*Exercise directions*. Find and copy each line of the data that includes "placesOf".
*** Data supplied ***
import { describe, expect, test } from "vitest";
import { seriesProperties } from "../../src/heat-capacity/series-properties.js";
import { faultsOf, placesOf } from "../errors/faults-of.js";
import { figure } from "./random-series.js";

const interval = { from: 200, to: 1000, coefficients: [2.5, 0, 0, 0, 0, -745.375, 4.38], endsAt: "fit" };
const good = { kind: "series", form: "seven-coefficient", gasConstant: 8.31451, intervals: [interval] };
const anchor = { temperature: figure(300, "K"), enthalpy: figure(0, "J/mol"), entropy: figure(1, "J/mol/K") };
const plain = {
  kind: "series",
  form: "polynomial",
  powers: [0, 1],
  anchor,
  intervals: [{ from: 200, to: 1000, coefficients: [20, 0.01], endsAt: "fit" }],
};

/** What plain JavaScript may pass as a fit. */
function properties(series: unknown): unknown {
  return seriesProperties(series as Parameters<typeof seriesProperties>[0], {
    temperature: { value: 500, unit: "K" },
  });
}

test("the two good fits are read", () => {
  expect(() => properties(good)).not.toThrow();
  expect(() => properties(plain)).not.toThrow();
});

/** An array without what stands at one place. */
function withHole<T>(entries: readonly T[], place: number): T[] {
  const copy = [...entries];
  delete copy[place];
  return copy;
}
const coefficientsWithHole = withHole(interval.coefficients, 1);
const intervalsWithHole = withHole([interval, interval], 0);

describe("a wrong fit is refused", () => {
  test.each<[string, unknown, string]>([
    ["nothing", undefined, "input/not-an-object at series"],
    ["null", null, "input/not-an-object at series"],
    ["an array", [], "input/not-an-object at series"],
    ["no kind", { ...good, kind: undefined }, "input/missing at series.kind"],
    ["no form", { ...good, form: undefined }, "input/missing at series.form"],
    ["no list of intervals", { ...good, intervals: undefined }, "input/missing at series.intervals"],
    ["another kind", { ...good, kind: "model" }, "input/unknown-option at series.kind"],
    ["another form", { ...good, form: "seven" }, "heat-capacity/unknown-form at series.form"],
    ["a form of the prototype", { ...good, form: "constructor" }, "heat-capacity/unknown-form at series.form"],
    ["a form that is no text", { ...good, form: 7 }, "heat-capacity/unknown-form at series.form"],
    ["no gas constant", { ...good, gasConstant: undefined }, "input/missing at series.gasConstant"],
    ["a gas constant in calories", { ...good, gasConstant: 1.987 }, "input/unknown-option at series.gasConstant"],
    ["no intervals", { ...good, intervals: [] }, "heat-capacity/intervals at series.intervals"],
    ["intervals that are no array", { ...good, intervals: {} }, "input/not-an-array at series.intervals"],
    ["too many intervals", { ...good, intervals: Array(101).fill(interval) }, "input/too-large at series.intervals"],
    [
      "a hole among the intervals",
      { ...good, intervals: intervalsWithHole },
      "input/not-an-object at series.intervals.0",
    ],
    [
      "a hole among the coefficients",
      { ...good, intervals: [{ ...interval, coefficients: coefficientsWithHole }] },
      "input/not-finite at series.intervals.0.coefficients.1",
    ],
    [
      "a falling interval",
      { ...good, intervals: [{ ...interval, from: 1000, to: 200 }] },
      "heat-capacity/intervals at series.intervals.0",
    ],
    [
      "an interval from 0 K",
      { ...good, intervals: [{ ...interval, from: 0 }] },
      "heat-capacity/intervals at series.intervals.0",
    ],
    [
      "a gap",
      { ...good, intervals: [interval, { ...interval, from: 1001, to: 2000 }] },
      "heat-capacity/intervals at series.intervals.1.from",
    ],
    [
      "a coefficient as a text",
      { ...good, intervals: [{ ...interval, coefficients: ["2.5", 0, 0, 0, 0, 0, 0] }] },
      "input/not-finite at series.intervals.0.coefficients.0",
    ],
    [
      "six coefficients",
      { ...good, intervals: [{ ...interval, coefficients: [1, 2, 3, 4, 5, 6] }] },
      "heat-capacity/coefficient-count at series.intervals.0.coefficients",
    ],
    [
      "another kind of end",
      { ...good, intervals: [{ ...interval, endsAt: "smooth" }] },
      "input/unknown-option at series.intervals.0.endsAt",
    ],
    ["powers with constants of its own", { ...good, powers: [0] }, "input/unknown-key at series.powers"],
    ["a unit with constants of its own", { ...good, unit: "J/mol/K" }, "input/unknown-key at series.unit"],
    ["an anchor with constants of its own", { ...good, anchor }, "input/unknown-key at series.anchor"],
    ["a gas constant that is not needed", { ...plain, gasConstant: 8.314 }, "input/unknown-key at series.gasConstant"],
    ["a polynomial without powers", { ...plain, powers: undefined }, "input/missing at series.powers"],
    ["a power of a third", { ...plain, powers: [0, 1 / 3] }, "heat-capacity/unknown-form at series.powers"],
    ["a power too high", { ...plain, powers: [0, 21] }, "heat-capacity/unknown-form at series.powers"],
    ["a power twice", { ...plain, powers: [1, 1] }, "heat-capacity/unknown-form at series.powers"],
    [
      "powers of another number",
      { ...plain, powers: [0, 1, 2] },
      "heat-capacity/coefficient-count at series.intervals.0.coefficients",
    ],
    [
      "shifts of another number",
      { ...plain, decimalShifts: [0] },
      "heat-capacity/coefficient-count at series.decimalShifts",
    ],
    ["a broken shift", { ...plain, decimalShifts: [0, 0.5] }, "input/unknown-option at series.decimalShifts.1"],
    [
      "a shift without a text",
      { ...plain, decimalShifts: [0, Object.create(null)] },
      "input/unknown-option at series.decimalShifts.1",
    ],
    ["no anchor", { ...plain, anchor: undefined }, "heat-capacity/no-anchor at series.anchor"],
    [
      "an anchor outside",
      { ...plain, anchor: { ...anchor, temperature: figure(2000, "K") } },
      "heat-capacity/no-anchor at series.anchor.temperature",
    ],
    [
      "an anchor in the wrong unit",
      { ...plain, anchor: { ...anchor, entropy: figure(1, "J/mol") } },
      "quantity/wrong-dimension at series.anchor.entropy.unit",
    ],
    ["an unknown key", { ...good, gasconstant: 8.3 }, "input/unknown-key at series.gasconstant"],
    [
      "terms that overflow",
      { ...plain, intervals: [{ from: 200, to: 1000, coefficients: [1e299, 1e299], endsAt: "fit" }] },
      "heat-capacity/overflow at ",
    ],
  ])("%s", (_name, series, place) => {
    expect(placesOf(() => properties(series))).toContain(place);
  });

  test("all faults at once", () => {
    const wrong = {
      ...good,
      kind: "serie",
      gasConstant: "8.31",
      intervals: [{ ...interval, from: Number.NaN, endsAt: "fits" }],
      extra: 1,
    };
    expect(placesOf(() => properties(wrong))).toEqual([
      "input/unknown-key at series.extra",
      "input/unknown-option at series.kind",
      "input/not-finite at series.gasConstant",
      "input/not-finite at series.intervals.0.from",
      "input/unknown-option at series.intervals.0.endsAt",
    ]);
    const faults = faultsOf(() => properties(wrong));
    expect(faults[1]?.hint).toBe("did you mean series?");
    expect(faults[4]?.hint).toBe("did you mean fit?");
  });
});
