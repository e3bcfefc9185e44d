"""One file that a reviewer reads, prints and signs: gathered as plain data first, then laid out."""
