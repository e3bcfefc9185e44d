"""The page: sections in their order, laid out as one HTML file that needs nothing else."""

from __future__ import annotations

import base64
from collections.abc import Callable, Sequence
from pathlib import Path
from typing import TYPE_CHECKING, Any

from unturn.errors import MissingExtraError
from unturn.report import held_sections as held
from unturn.report import result_sections as result
from unturn.report import sections as about
from unturn.report.content import Content, Shown
from unturn.report.parts import Section
from unturn.summary import CAUTION
from unturn.verdicts.wording import clean, short_name

if TYPE_CHECKING:
    from jinja2 import Template

_SECTIONS: tuple[Callable[[Content], Section | None], ...] = (
    about.outcome, held.limits, result.verdicts, result.extremes, result.left_out, result.pictures, held.versus, held.steps,
    about.cautions, about.examined, about.computed,
)  # fmt: skip
_TEMPLATES = Path(__file__).with_name("templates")


def sections_of(content: Content) -> list[Section]:
    """Return the sections of a report, those that have something to say."""
    return [section for make in _SECTIONS if (section := make(content)) is not None]


def page_template() -> Template:
    """Return what lays a page out.

    Raises
    ------
    MissingExtraError
        No template library.
    """
    try:
        import jinja2
    except ImportError:
        raise MissingExtraError(
            "a report as HTML needs Jinja2: pip install 'unturn[report]'; --format json does without."
        ) from None
    environment = jinja2.Environment(
        loader=jinja2.FileSystemLoader(_TEMPLATES), autoescape=True, undefined=jinja2.StrictUndefined,
        trim_blocks=True, lstrip_blocks=True, keep_trailing_newline=True, finalize=_plain,
    )  # fmt: skip
    environment.filters.update(css=css_text, source=image_source)
    return environment.get_template("page.html")


def html_page(content: Content, sections: Sequence[Section], template: Template) -> str:
    """Return a report as one HTML file: images inside, no script, nothing from elsewhere."""
    wish = content.wish
    main = content.files[0]
    revision = f"revision {wish.revision}" if wish.revision else ""
    return template.render(
        content=content,
        wish=wish,
        sections=sections,
        signers=(("Prepared", wish.prepared), ("Checked", wish.checked), ("Approved", wish.approved)),
        result_name=short_name(main.path),
        result_hash=main.sha256,
        identity=" · ".join(part for part in (wish.number or content.title, revision) if part),
        caution=CAUTION,
    )


def _plain(value: Any) -> Any:
    """Return a text without what no page can hold; markup of our own stays."""
    return clean(value) if type(value) is str else value


def css_text(text: str) -> str:
    r"""Return a text as a style sheet holds it between quotes, whatever is in it.

    Examples
    --------
    >>> print(css_text('B-1"<b'))
    B\2d 1\22 \3c b
    """
    return "".join(c if c.isascii() and c.isalnum() else f"\\{ord(c):x} " for c in clean(text))


def image_source(image: Shown) -> str:
    """Return an image as the address that holds it."""
    kind = "image/png" if image.kind == "png" else "image/svg+xml"
    return f"data:{kind};base64,{base64.b64encode(image.image).decode('ascii')}"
*** End of Data supplied ***
*Reply to the exercise*.
import { faultsOf, placesOf } from "../errors/faults-of.js";
    expect(placesOf(() => properties(series))).toContain(place);
    expect(placesOf(() => properties(wrong))).toEqual([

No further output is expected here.